I shall come back this week; your aunt wants you here, and a change
will do you good.


BLACKDEEP, 10th April 1839.

I am glad you went to Ely, for yesterday the parson called to see
you. He had received a letter from Mr. Craggs, and considered it
his duty as a Christian minister to endeavour to bring about a
reconciliation. I told him at once he might spare himself the
pains, for they would be useless. He replied that I ought to think
of the example. Well, at that I broke out. I asked him whether
that slut of a Quimby girl wasn't a worse example, who at five-and-
twenty had married Horrocks, the hoary old wretch, for his money,
and leads him a dog's life? Had he ever warned either of them?
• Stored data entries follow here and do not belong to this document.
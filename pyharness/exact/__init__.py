"""The exact model: the controller in unbounded Python integers, written from the arithmetic document alone.

Records are plain dicts with the field names of mrd.h, arrays are tuples of ints; nothing is changed in
place. Every named value passes through its declared range (`ranges`), and leaving it raises `RangeError`.
"""

from pyharness.exact.fields import FIELDS, Field
from pyharness.exact.init import init, path_check
from pyharness.exact.integrity import config_digest, state_digest
from pyharness.exact.path import (
    path_commit,
    path_drive,
    path_reset,
    path_restore,
    path_sense,
    path_withhold,
)
from pyharness.exact.ranges import RANGES, Range, RangeError
from pyharness.exact.step import reset, step
from pyharness.exact.telemetry import telemetry

__all__ = [
    "FIELDS", "Field", "RANGES", "Range", "RangeError", "config_digest", "init", "path_check", "path_commit",
    "path_drive", "path_reset", "path_restore", "path_sense", "path_withhold", "reset", "state_digest",
    "step", "telemetry",
]
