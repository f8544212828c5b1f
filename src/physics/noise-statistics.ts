/**
 * Noise of magnitude images: the root sum of squares (RSS) of n channels with independent complex Gaussian noise
 * of standard deviation `sigma` in each of the real and imaginary parts. One channel is the Rician case.
 *
 * Sources: Constantinides, Atalar, McVeigh 1997, Magn Reson Med 38:852 (n channels);
 * Gudbjartsson, Patz 1995, Magn Reson Med 34:910 (one channel).
 */

/** Mean of the RSS of `channels` without signal: `sqrt(2) Gamma(n + 1/2) / Gamma(n) sigma`. */
export function rssNoiseMean(channels: number, sigma = 1): number {
  // Gamma(n + 1/2) / Gamma(n) = sqrt(pi)/2 * prod_{k=1}^{n-1} (k + 1/2) / k
  let ratio = Math.sqrt(Math.PI / 2);
  for (let k = 1; k < channels; k++) ratio *= (k + 0.5) / k;
  return ratio * sigma;
}

/** Root mean square of the RSS of `channels` with true signal `signal`: `sqrt(A^2 + 2 n sigma^2)`. */
export function rssRootMeanSquare(channels: number, sigma = 1, signal = 0): number {
  return Math.sqrt(signal * signal + 2 * channels * sigma * sigma);
}

/** Mean of the RSS of `channels` with true signal `signal` (RSS of the noise-free channels): `beta_n 1F1(-1/2; n; -A^2 / 2 sigma^2)`. */
export function rssMean(channels: number, sigma = 1, signal = 0): number {
  return rssNoiseMean(channels, sigma) * halfHypergeometric(channels, (signal / sigma) ** 2 / 2);
}

/** Standard deviation of the RSS of `channels` with true signal `signal`. */
export function rssStandardDeviation(channels: number, sigma = 1, signal = 0): number {
  const rms = rssRootMeanSquare(channels, sigma, signal);
  const mean = rssMean(channels, sigma, signal);
  return Math.sqrt((rms - mean) * (rms + mean));
}

/**
 * What carries a covariance measured by noise readouts to the image readouts:
 * `dwell_noise / dwell_image / relativeReceiverNoiseBandwidth`. The noise power of white noise goes with the
 * bandwidth 1/dwell; the receiver's filter passes only the relative noise bandwidth of it to the noise readouts.
 * Kellman, McVeigh 2005, Magn Reson Med 54:1439.
 */
export function noiseCovarianceFactor(
  noiseDwellSeconds: number,
  imageDwellSeconds: number,
  relativeReceiverNoiseBandwidth = 1,
): number {
  return noiseDwellSeconds / imageDwellSeconds / relativeReceiverNoiseBandwidth;
}

/** 1F1(-1/2; n; -z) for z >= 0. NIST DLMF 13.2.39 (Kummer) below z = 500, 13.7.2 (asymptotic) above. */
function halfHypergeometric(n: number, z: number): number {
  return z <= 500 ? kummerSeries(n, z) : asymptoticSeries(n, z);
}

/** exp(-z) 1F1(n + 1/2; n; z): all terms positive, so nothing cancels. */
function kummerSeries(n: number, z: number): number {
  let term = Math.exp(-z);
  let sum = term;
  for (let k = 0; k < z || term > 1e-17 * sum; k++) {
    term *= ((n + 0.5 + k) * z) / ((n + k) * (k + 1));
    sum += term;
  }
  return sum;
}

/** Gamma(n) / Gamma(n + 1/2) sqrt(z) sum_s (-1/2)_s (1/2 - n)_s / s! z^-s, up to its smallest term. */
function asymptoticSeries(n: number, z: number): number {
  let term = 1;
  let sum = 0;
  for (let s = 0; Math.abs(term) > 1e-17; s++) {
    sum += term;
    const next = (term * (s - 0.5) * (s + 0.5 - n)) / ((s + 1) * z);
    if (Math.abs(next) >= Math.abs(term)) break;
    term = next;
  }
  return (Math.SQRT2 / rssNoiseMean(n)) * Math.sqrt(z) * sum;
}
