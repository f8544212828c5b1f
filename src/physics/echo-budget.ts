import { fatSpectrumAt, spectrumSignal } from "./chemical-shift.js";
import type { BudgetPoint } from "./readout-budget.js";

/** One echo of a train, as it is to be or was. */
export interface PlannedEcho {
  /** Time since water and fat were in phase; undefined where it is not known. */
  readonly seconds: number | undefined;
  /** `mixed` where lines of both directions make one image. */
  readonly direction: "forward" | "reverse" | "mixed";
}

/** Where fat and the field error are seen in one echo, with the sign of its reading direction. */
export interface EchoBudget {
  /** From 0. */
  readonly echo: number;
  readonly echoTimeSeconds: number | null;
  readonly direction: "forward" | "reverse";
  readonly fatPixels: number;
  readonly fatMm: number;
  readonly fieldErrorPixels: number;
  readonly fieldErrorMm: number;
  /** Signal of six-peak fat against its signal in phase, phase 0 that of water; null where the echo time is not known. */
  readonly fatSignal: null | {
    readonly real: number;
    readonly imaginary: number;
    readonly magnitude: number;
    readonly phaseDegrees: number;
  };
}

/** Echo by echo; one of mixed directions has an entry for each. @param present of a forward readout */
export function echoBudgets(
  echoes: readonly PlannedEcho[],
  present: BudgetPoint,
  fatPpm: number,
  resonanceHz: number,
): EchoBudget[] {
  const peaks = fatSpectrumAt(fatPpm);
  return echoes.flatMap(({ seconds, direction }, echo) =>
    (direction === "mixed" ? (["forward", "reverse"] as const) : [direction]).map((each) => {
      const sign = each === "forward" ? 1 : -1;
      return {
        echo,
        echoTimeSeconds: seconds ?? null,
        direction: each,
        fatPixels: sign * present.fatPixels,
        fatMm: sign * present.fatMm,
        fieldErrorPixels: sign * present.fieldErrorPixels,
        fieldErrorMm: sign * present.fieldErrorMm,
        fatSignal: seconds === undefined ? null : polar(spectrumSignal(peaks, resonanceHz, seconds)),
      };
    }),
  );
}

function polar([real, imaginary]: readonly [number, number]) {
  const phaseDegrees = (Math.atan2(imaginary, real) * 180) / Math.PI;
  return { real, imaginary, magnitude: Math.hypot(real, imaginary), phaseDegrees };
}
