/** The fixed order of array axes, slowest first. Those of length 1 are dropped from files (never y and x of 2-D data). */
export const AXES = ["repetition", "set", "phase", "contrast", "slice", "coil", "z", "y", "x"] as const;
export type Axis = (typeof AXES)[number];

/** The counters that number frames: one frame [coil, z, y, x] for each combination. */
export const FRAME_AXES = ["repetition", "set", "phase", "contrast", "slice"] as const;
export type FrameAxis = (typeof FRAME_AXES)[number];

/** A number for each frame axis: its length, or a counter along it. */
export type PerFrameAxis = Readonly<Record<FrameAxis, number>>;

/** Frames in all. */
export function frameCount(lengths: PerFrameAxis): number {
  return FRAME_AXES.reduce((product, axis) => product * lengths[axis], 1);
}

/** Index of the frame with these counters, C order over FRAME_AXES. */
export function frameIndex(lengths: PerFrameAxis, counters: PerFrameAxis): number {
  return FRAME_AXES.reduce((index, axis) => index * lengths[axis] + counters[axis], 0);
}

/** The axes along which k-space is sampled. */
export type SpatialAxis = "x" | "y" | "z";
export const SPATIAL_AXES = ["x", "y", "z"] as const;

export interface Xyz {
  readonly x: number;
  readonly y: number;
  readonly z: number;
}

/** Millimetres of pixel `index` of `count` along an axis with field of view `fovMm`: x = 0 lies at floor(count/2). */
export function pixelPositionMm(index: number, count: number, fovMm: number): number {
  return ((index - Math.floor(count / 2)) * fovMm) / count;
}

/** First kept index when `length` samples are cropped to `kept` about floor(length/2). */
export function cropStart(length: number, kept: number): number {
  return Math.floor(length / 2) - Math.floor(kept / 2);
}

/** First and last index of a range of samples or lines. */
export interface Extent {
  readonly first: number;
  readonly last: number;
}
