/**
 * Chemical shift of fat against water.
 *
 * Signs: a peak below water has a negative shift in ppm and in Hz; a spin with an offset of df Hz turns as
 * exp(-i 2 pi df t) and is seen at `x + df / bandwidthPerPixel` on a forward readout, at
 * `x - df / bandwidthPerPixel` on a reversed one.
 */

/** Main (methylene) peak of fat against water, ppm: 1.3 - 4.7. Values of -3.35 to -3.5 are also in use. */
export const FAT_MAIN_PEAK_PPM = -3.4;

export interface SpectralPeak {
  /** Shift against water, ppm. */
  readonly ppm: number;
  /** Share of the signal; the shares of a spectrum add up to 1. */
  readonly share: number;
}

/**
 * Six groups of peaks of the fat of human liver, against water at 4.7 ppm.
 * Hamilton et al. 2011, NMR Biomed 24:784, doi:10.1002/nbm.1622 (grouped table).
 */
export const FAT_SPECTRUM: readonly SpectralPeak[] = [
  { ppm: 5.3 - 4.7, share: 0.047 },
  { ppm: 4.2 - 4.7, share: 0.039 },
  { ppm: 2.75 - 4.7, share: 0.006 },
  { ppm: 2.1 - 4.7, share: 0.12 },
  { ppm: 1.3 - 4.7, share: 0.7 },
  { ppm: 0.9 - 4.7, share: 0.088 },
];

/** Offset in Hz of a peak `ppm` from water, at a resonance frequency of `resonanceHz` (the header's, not gamma B0). */
export function chemicalShiftHz(ppm: number, resonanceHz: number): number {
  return ppm * 1e-6 * resonanceHz;
}

/** Displacement in pixels along a forward readout of a spin `offsetHz` off resonance. A reversed readout negates it. */
export function shiftPixels(offsetHz: number, pixelBandwidthHz: number): number {
  return offsetHz / pixelBandwidthHz;
}

/** The `count`-th echo time (from 1), seconds, at which a peak `offsetHz` from water is in phase with it: n / |df|. Dixon 1984, Radiology 153:189. */
export function inPhaseEchoSeconds(offsetHz: number, count = 1): number {
  return count / Math.abs(offsetHz);
}

/** The `count`-th echo time (from 1), seconds, of opposed phase: (n - 1/2) / |df|. Dixon 1984, Radiology 153:189. */
export function opposedPhaseEchoSeconds(offsetHz: number, count = 1): number {
  return inPhaseEchoSeconds(offsetHz, count - 0.5);
}

/**
 * Signal of a spectrum `seconds` after its peaks were in phase: `sum share exp(-i 2 pi df t)`; 1 at t = 0.
 * @returns real and imaginary part
 */
export function spectrumSignal(
  peaks: readonly SpectralPeak[],
  resonanceHz: number,
  seconds: number,
): readonly [re: number, im: number] {
  let re = 0;
  let im = 0;
  for (const peak of peaks) {
    const angle = -2 * Math.PI * chemicalShiftHz(peak.ppm, resonanceHz) * seconds;
    re += peak.share * Math.cos(angle);
    im += peak.share * Math.sin(angle);
  }
  return [re, im];
}

/** The spectrum with its main peak at `mainPpm` and all others moved with it: water moves with temperature, fat does not. */
export function fatSpectrumAt(mainPpm: number): readonly SpectralPeak[] {
  const move = mainPpm - FAT_MAIN_PEAK_PPM;
  return FAT_SPECTRUM.map(({ ppm, share }) => ({ ppm: ppm + move, share }));
}

/**
 * The echo time, seconds, at which a spectrum is most opposed to water: where the real part of its signal is least, near
 * the opposed phase of its main peak, `offsetHz` from water.
 */
export function mostOpposedEchoSeconds(
  peaks: readonly SpectralPeak[],
  resonanceHz: number,
  offsetHz: number,
): number {
  const real = (seconds: number) => spectrumSignal(peaks, resonanceHz, seconds)[0];
  let from = 0.5 * opposedPhaseEchoSeconds(offsetHz);
  let to = 3 * from;
  for (let i = 0; i < 60; i++) {
    const third = (to - from) / 3;
    if (real(from + third) < real(to - third)) to -= third;
    else from += third;
  }
  return (from + to) / 2;
}
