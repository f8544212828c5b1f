import { GYROMAGNETIC_RATIO_HZ_PER_T } from "./larmor.js";

/**
 * Off-resonance in Hz of the concomitant field of gradients at a point, lowest order:
 * `Bc = ((Gx^2 + Gy^2) z^2 + Gz^2 (x^2 + y^2) / 4 - Gx Gz x z - Gy Gz y z) / (2 B0)`, z along the main field.
 * Source: Bernstein et al. 1998, Magn Reson Med 39:300, doi:10.1002/mrm.1910390218 (symmetric gradients).
 * @param gradientTPerM along x, y, z
 * @param positionM from the isocentre
 */
export function concomitantOffsetHz(
  gradientTPerM: readonly [x: number, y: number, z: number],
  positionM: readonly [x: number, y: number, z: number],
  fieldT: number,
): number {
  const [gx, gy, gz] = gradientTPerM;
  const [x, y, z] = positionM;
  const square =
    (gx * gx + gy * gy) * z * z + (gz * gz * (x * x + y * y)) / 4 - gx * gz * x * z - gy * gz * y * z;
  return (GYROMAGNETIC_RATIO_HZ_PER_T * square) / (2 * fieldT);
}
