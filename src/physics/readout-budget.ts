import {
  readoutBandwidthHz,
  readoutDurationSeconds,
  readoutGradientTPerM,
  smallestFieldOfViewM,
  t2StarBlurWidthPixels,
} from "./bandwidth.js";
import {
  chemicalShiftHz,
  inPhaseEchoSeconds,
  opposedPhaseEchoSeconds,
  shiftPixels,
} from "./chemical-shift.js";
import { concomitantOffsetHz } from "./concomitant-field.js";

/** A straight, evenly sampled readout, as it is to be or was. */
export interface ReadoutPlan {
  readonly fieldT: number;
  readonly resonanceHz: number;
  /** Samples and field of view with oversampling. */
  readonly encodedSamples: number;
  readonly encodedFovMm: number;
  /** Pixels and field of view of the image. */
  readonly pixels: number;
  readonly fovMm: number;
  readonly dwellSeconds: number;
}

/** What the plan is to be judged by. */
export interface BudgetQuestions {
  /** Fat's main peak against water, ppm. */
  readonly fatPpm: number;
  /** An offset of the field that nobody corrects, Hz. */
  readonly fieldErrorHz: number;
  /** Share of a pixel that a displacement may reach. */
  readonly withinPixels: number;
  /** Infinity without decay. */
  readonly t2StarSeconds: number;
  /** Distance from the isocentre along the main field, metres. */
  readonly isocentreM: number;
}

/** One bandwidth and what follows from it. Pixels are those of the image; displacements those of a forward readout. */
export interface BudgetPoint {
  readonly pixelBandwidthHz: number;
  readonly bandwidthHz: number;
  readonly dwellSeconds: number;
  readonly durationSeconds: number;
  readonly gradientTPerM: number;
  readonly fatPixels: number;
  readonly fatMm: number;
  readonly fieldErrorPixels: number;
  readonly fieldErrorMm: number;
  /** Signal to noise against the plan's own bandwidth: the root of the ratio of sampling times. */
  readonly relativeSnr: number;
  /** Full width at half maximum of the point spread with decay. */
  readonly blurPixels: number;
  readonly blurMm: number;
  /** Of the readout gradient at the distance from the isocentre, if the gradient is transverse. */
  readonly concomitantHz: number;
  readonly concomitantPixels: number;
}

export interface Budget {
  readonly present: BudgetPoint;
  readonly fatHz: number;
  readonly fieldErrorHz: number;
  /** Smallest bandwidths per pixel that keep fat and the field error within the share of a pixel. */
  readonly smallestForFatHz: number;
  readonly smallestForFieldErrorHz: number;
  /** The budget at those bandwidths; null where there is no offset. */
  readonly atSmallestForFat: BudgetPoint | null;
  readonly atSmallestForFieldError: BudgetPoint | null;
  readonly inPhaseSeconds: readonly number[];
  readonly opposedPhaseSeconds: readonly number[];
}

/** Echo times that are listed. */
const ECHO_TIMES = 4;

/** What a readout plan costs and gives. Formulas and sources: bandwidth.ts, chemical-shift.ts, concomitant-field.ts. */
export function readoutBudget(plan: ReadoutPlan, questions: BudgetQuestions): Budget {
  const fatHz = chemicalShiftHz(questions.fatPpm, plan.resonanceHz);
  const times = Array.from({ length: ECHO_TIMES }, (_, i) => i + 1);
  const smallestForFatHz = Math.abs(fatHz) / questions.withinPixels;
  const smallestForFieldErrorHz = Math.abs(questions.fieldErrorHz) / questions.withinPixels;
  const at = (pixelHz: number) =>
    pixelHz > 0 ? budgetPoint(plan, questions, dwellSecondsAt(plan, pixelHz)) : null;
  return {
    present: budgetPoint(plan, questions, plan.dwellSeconds),
    fatHz,
    fieldErrorHz: questions.fieldErrorHz,
    smallestForFatHz,
    smallestForFieldErrorHz,
    atSmallestForFat: at(smallestForFatHz),
    atSmallestForFieldError: at(smallestForFieldErrorHz),
    inPhaseSeconds: times.map((count) => inPhaseEchoSeconds(fatHz, count)),
    opposedPhaseSeconds: times.map((count) => opposedPhaseEchoSeconds(fatHz, count)),
  };
}

/** The plan at another dwell time. */
export function budgetPoint(
  plan: ReadoutPlan,
  questions: BudgetQuestions,
  dwellSeconds: number,
): BudgetPoint {
  const bandwidthHz = readoutBandwidthHz(dwellSeconds);
  const pixelMm = plan.fovMm / plan.pixels;
  const pixelBandwidthHz = (bandwidthHz * pixelMm) / plan.encodedFovMm;
  const gradientTPerM = readoutGradientTPerM(bandwidthHz, plan.encodedFovMm * 1e-3);
  const fatPixels = shiftPixels(chemicalShiftHz(questions.fatPpm, plan.resonanceHz), pixelBandwidthHz);
  const fieldErrorPixels = shiftPixels(questions.fieldErrorHz, pixelBandwidthHz);
  // Samples limit the resolution, so the blur is one of acquired pixels: an interpolated image has more of them.
  const acquiredMm = plan.encodedFovMm / plan.encodedSamples;
  const blurMm =
    acquiredMm * t2StarBlurWidthPixels(questions.t2StarSeconds, bandwidthHz / plan.encodedSamples);
  const concomitantHz = concomitantOffsetHz([gradientTPerM, 0, 0], [0, 0, questions.isocentreM], plan.fieldT);
  return {
    pixelBandwidthHz,
    bandwidthHz,
    dwellSeconds,
    durationSeconds: readoutDurationSeconds(plan.encodedSamples, dwellSeconds),
    gradientTPerM,
    fatPixels,
    fatMm: fatPixels * pixelMm,
    fieldErrorPixels,
    fieldErrorMm: fieldErrorPixels * pixelMm,
    relativeSnr: Math.sqrt(dwellSeconds / plan.dwellSeconds),
    blurPixels: blurMm / pixelMm,
    blurMm,
    concomitantHz,
    concomitantPixels: concomitantHz / pixelBandwidthHz,
  };
}

/** The dwell time of a bandwidth per pixel of the image. */
export function dwellSecondsAt(plan: ReadoutPlan, pixelHz: number): number {
  return plan.fovMm / plan.pixels / (pixelHz * plan.encodedFovMm);
}

/** Dwell times whose bandwidths per pixel are spaced evenly on a logarithmic scale, from `lowHz` to `highHz`. */
export function sweepDwellSeconds(plan: ReadoutPlan, lowHz: number, highHz: number, count: number): number[] {
  return Array.from({ length: count }, (_, i) =>
    dwellSecondsAt(plan, count === 1 ? lowHz : lowHz * (highHz / lowHz) ** (i / (count - 1))),
  );
}

/** What a gradient limit allows: the smallest encoded field of view at this bandwidth, and the largest bandwidth per pixel at this field of view. */
export function gradientLimits(
  plan: ReadoutPlan,
  mostTPerM: number,
): { leastFovMm: number; mostPixelHz: number } {
  const bandwidthHz = readoutBandwidthHz(plan.dwellSeconds);
  const leastFovMm = 1e3 * smallestFieldOfViewM(bandwidthHz, mostTPerM);
  const pixelHz = (bandwidthHz * plan.fovMm) / plan.pixels / plan.encodedFovMm;
  return { leastFovMm, mostPixelHz: (pixelHz * plan.encodedFovMm) / leastFovMm };
}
They go to church regular. I was very free, and I said I thought it
was a bright example that a woman should have given up a fine house
and money in London because there was no love with them, and should
have come back to her mother at Blackdeep. Besides, I added, why
should my Esther suffer a living death for years for the sake of the
folk hereabouts? They weren't worth it. She was too precious for
that. 'Oh!' but he went on again, 'they have souls to be saved.
Husbands and wives may be led to imagine there is no harm in
separating, and may yield to the temptations of unlawful love.'
This made me very hot, and I gave it him back sharp that a sinner
could find in the Bible itself an excuse for his sin.